Nutrient Transport in Tall Trees – An Overview of the Entire Process
Tall people are literally the giants among men, walking around with near total impunity, being given every advantage along the way. But sometimes, the blessing can also be a curse. Also, while on the topic, scientists have always wondered how tall trees accomplish the task of moving nutrients over long distances.
Trees present a critical challenge to long-distance transport because as a tree grows in height and the transport pathway increases in length, the hydraulic resistance of the vascular tissue should increase.
Although species that actively load sugars into their phloem, such as vines and herbs, can increase the driving force for transport as they elongate, it is possible that many trees cannot generate high turgor pressures because they do not use transporters to load sugar into the phloem.
Therefore, researchers at the at the Harvard University examining how trees can maintain efficient carbohydrate transport as they grow taller by analysing sieve tube anatomy, including sieve plate geometry, using recently developed preparation and imaging techniques, and by measuring the turgor pressures in the leaves of a tall tree in situ.
They also found that “the pressures that develop in the leaves of a mature red oak tree are sufficient to drive transport of sugars all the way to the roots,” said Noel Michele Holbrook, a research team member who is a professor of biology and Charles Bullard Professor of Forestry in the Department of Organismic and Evolutionary Biology at Harvard.
“We now have evidence that all plants — both small and tall — use the same mechanism to transport sugars,” Holbrook said. “And we now understand how trees can get tall without running into transport limitations associated with their size.

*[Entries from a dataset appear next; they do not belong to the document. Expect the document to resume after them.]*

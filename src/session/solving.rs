//! `find` and `layers` within a session: which phenomena they answer for, the formulas
//! that the requests behind them use, and how long searches are watched.

use std::ops::ControlFlow;
use std::rc::Rc;

use num_rational::BigRational;
use num_traits::Zero;

use crate::algebra::monomial::{Monomial, SymbolId};
use crate::analysis::balances::powers::Placing;
use crate::analysis::balances::{self, Balances, FindFault, Wanted};
use crate::analysis::requests::{self, process_label};
use crate::analysis::show::CaseNames;
use crate::analysis::{self, Answer, Body, Case, layers};
use crate::diagnostic::Diagnostic;
use crate::limits;
use crate::model::errors::ModelError;
use crate::model::settings::Adopted;
use crate::model::values::{self, Fault};
use crate::model::{Meaning, names};
use crate::number::TooLarge;
use crate::polyhedra::prevariety::Ending;
use crate::report::words;
use crate::session::answering::Answering;
use crate::source::Span;
use crate::syntax::ast::{self, LimitPlace};
use crate::syntax::print;

/// Is told how long searches get on, and may end them.
pub trait Watcher: Send + Sync {
    /// Called at every step of a search with the number of balances found so far; whether
    /// it shall go on.
    fn goes_on(&self, n_found: usize) -> bool;

    /// Called when a search is over.
    fn is_done(&self) {}
}

/// The state of one phenomenon once a `find` gave formulas for open scales.
pub(super) struct Found {
    formulas: Adopted,
    /// The processes that balance by them, by equation.
    pub(super) balances: Vec<(String, Vec<String>)>,
    /// The phenomenon with these formulas.
    pub(super) case: Rc<Case>,
}

/// A `find` as written.
pub(super) struct FindWords<'r> {
    pub(super) unknowns: &'r [ast::Name],
    pub(super) conditions: &'r [ast::FindCondition],
    pub(super) span: Span,
    pub(super) text: &'r str,
}

/// Why a name is not open in a phenomenon.
enum Closed {
    Known(String),
    Derived(String, String),
}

Our research answers a multidecade debate about how sugars are transported in trees.”
The research team took extensive measurements of the structure of the sugar-conducting tubes along the length of many trees, while also measuring the hydraulic resistance in these tubes.
“To sample the phloem, one of the most delicate and easily wounded tissues in the plant, we had to cut away the outer bark. In the big stems, we did this using a hammer and a chisel, not tools that we typically use in the lab,” Holbrook said. The team also measured the pressures in the leaves of a tall tree by using a fluorescent microscope they hoisted up into the tree canopy.
“We found that the resistance to moving the sugar-rich phloem sap does not increase linearly with the transport length because the phloem transport cells in the main stem, especially toward the base, were wider and longer and also had more porous ‘sieve plates,’” Holbrook said. “Thus, the pressures needed to drive phloem transport are much lower than had been predicted.”
The team believes that their work holds important implications for food production.
“The majority of food generated by photosynthesis moves through the phloem,” she said. “If there are ways to make plants more productive in terms of having higher photosynthesis, then they will also need the ability to transport those sugars to the tissues that we eat. Thus, understanding how plants make efficient transport systems could contribute toward the development of higher-yielding crops and more productive trees.”